The SOM representation is a generalization of the underlying data [19]. It can be used as a basis for further processing. The SOM representation is a lattice of discrete points in the n-dimensional input space. The SOM can be used to partition the input data to smaller regions by associating input data with their best-matching units. Each data point in input space has, by definition, one best matching unit. The area in the input space for which the codebook vector is the BMU is called Voronoi tesselation. Voronoi tesselations partition the input space into disjoint sets.
Figure 4.2: Voronoi tesselations in the input space
A model can be created by fitting a model to the data in the Voronoi tesselation. By way of doing this, one can create models that are local to the specific Voronoi tesselation. These models desrcibe the behavior of the system in this local space only. One could also combine data coming from a neuron and its neighboring units to form a larger amount of data covering a larger amount of input space thus enlarging the area of interesting operation points.
Whereas the SOM codebook vectors are local averages of the training data, PCA represents also the first-order terms of the data.
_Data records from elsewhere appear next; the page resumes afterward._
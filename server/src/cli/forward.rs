//! `ohmline forward`: simulated readings of a sequence over a described ground,
//! with the project's 2.5D finite-element model.

use std::path::PathBuf;

use anyhow::Context;
use clap::Args;
use ohmline_core::forward::{Forward, ForwardParams, Resistivity};
use ohmline_core::geometry::Surface;
use ohmline_core::mesh::{Mesh, MeshParams};
use ohmline_core::noise::{NoiseParams, add_noise};

use crate::files;

/// Options of `ohmline forward`.
#[derive(Debug, Args)]
pub struct ForwardArgs {
    /// Electrodes CSV (label,x,z).
    #[arg(long, value_name = "FILE")]
    pub electrodes: PathBuf,
    /// Sequence CSV (a,b,m,n labels; empty b or n = remote electrode).
    #[arg(long, value_name = "FILE")]
    pub sequence: PathBuf,
    /// Model JSON ({"background", "layers", "bodies"}; z is elevation, m).
    #[arg(long, value_name = "FILE")]
    pub model: PathBuf,
    /// Ground surface CSV (x,z). Without it the surface runs through the
    /// electrodes; with it, electrodes below the surface are buried and
    /// electrodes above it are an error.
    #[arg(long, value_name = "FILE")]
    pub surface: Option<PathBuf>,
    /// Gaussian noise added to each resistance, percent (standard deviation).
    #[arg(long, value_name = "PCT", default_value_t = 0.0)]
    pub noise: f64,
    /// Seed of the noise.
    #[arg(long, default_value_t = 1)]
    pub seed: u64,
    /// Output CSV (default: standard output).
    #[arg(long, value_name = "FILE")]
    pub out: Option<PathBuf>,
}

fn read(p: &PathBuf) -> anyhow::Result<String> {
    std::fs::read_to_string(p).with_context(|| format!("reading {}", p.display()))
}

/// Runs the forward model and writes `a,b,m,n,k_factor,resistance_ohm,rho_app_ohm_m`.
pub fn run(args: ForwardArgs) -> anyhow::Result<()> {
    let (_, line) =
        files::read_electrodes(&args.electrodes.display().to_string(), &read(&args.electrodes)?)?;
    let seq =
        files::read_sequence(&args.sequence.display().to_string(), &read(&args.sequence)?, &line)?;
    let model = files::read_model(&args.model.display().to_string(), &read(&args.model)?)?;
    let surface = match &args.surface {
        Some(p) => Surface::new(files::read_surface(&p.display().to_string(), &read(p)?)?)
            .with_context(|| format!("surface {}", p.display()))?,
        None => Surface::through_line(&line, &[])?,
    };
    if !(args.noise.is_finite() && (0.0..100.0).contains(&args.noise)) {
        anyhow::bail!("--noise must be a percentage in 0…100, got {}", args.noise);
    }
    let mesh = Mesh::new(&line, &surface, &MeshParams::default())?;
    let forward = Forward::new(mesh, &ForwardParams::default())?;
    let rho = model.on_triangles(forward.mesh());
    let sim = forward.simulate(Resistivity::Triangles(&rho), &seq)?;
    let mut r = sim.resistances().to_vec();
    if args.noise > 0.0 {
        r = add_noise(
            &r,
            &NoiseParams { relative: args.noise / 100.0, absolute: 0.0, seed: args.seed },
        )?;
    }
    let k = forward.geometric_factors(&seq)?;
    let label =
        |i: Option<usize>| i.map(|i| line.electrodes()[i].label().to_string()).unwrap_or_default();
    let mut out = String::from("a,b,m,n,k_factor,resistance_ohm,rho_app_ohm_m\n");
    for (i, q) in seq.quadrupoles().iter().enumerate() {
        let (kf, ra) = match k[i] {
            Some(kf) => (format!("{kf:.6}"), format!("{:.6}", kf * r[i])),
            None => (String::new(), String::new()),
        };
        out.push_str(&format!(
            "{},{},{},{},{kf},{:.9e},{ra}\n",
            label(Some(q.a)),
            label(q.b),
            label(Some(q.m)),
            label(q.n),
            r[i]
        ));
    }
    match &args.out {
        Some(p) => std::fs::write(p, out).with_context(|| format!("writing {}", p.display()))?,
        None => print!("{out}"),
    }
    Ok(())
}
By restricting the input space of PCA to one Voronoi tesselation only, one can take advantage of the non-linear elasticity of SOM and its capability to partition the input space and building linear regression models with PCA.
Figure 4.3: The training data used to train a SOM
In the Figure 4.3 5000 thousand artificially created codebook vectors are illustrated. These are used in training a SOM. In addition to replacing the 5000 data vectors with 10 codebook vectors that describe the original data, it partitions the input space.
Figure 4.4: The SOM with 10 codebook vectors
The one-dimensional SOM in the Figure 4.4 quantizes the input space. Data is associated to neurons by the similarity criterion. One could build a model based on data belonging to one of the Voronoi tesselations. This kind of model would be local in nature. Neurons of the SOM are marked with small circles in the figure. The topological relationships are drawn as lines.
If the data clearly resided in a linear subspace, these local linear models could be interpreted as first derivative rules and thus be used for sensitivity analysis. Often one would like to study the behavior of a system under small changes.
The goal here is to develop methods with which one could understand the structure of the multidimensional data manifold by applying SOM to the training data and PCA to each of the Voronoi tesselations in the input space. Similar work has been reported in [5], [14], [15], [16], [17].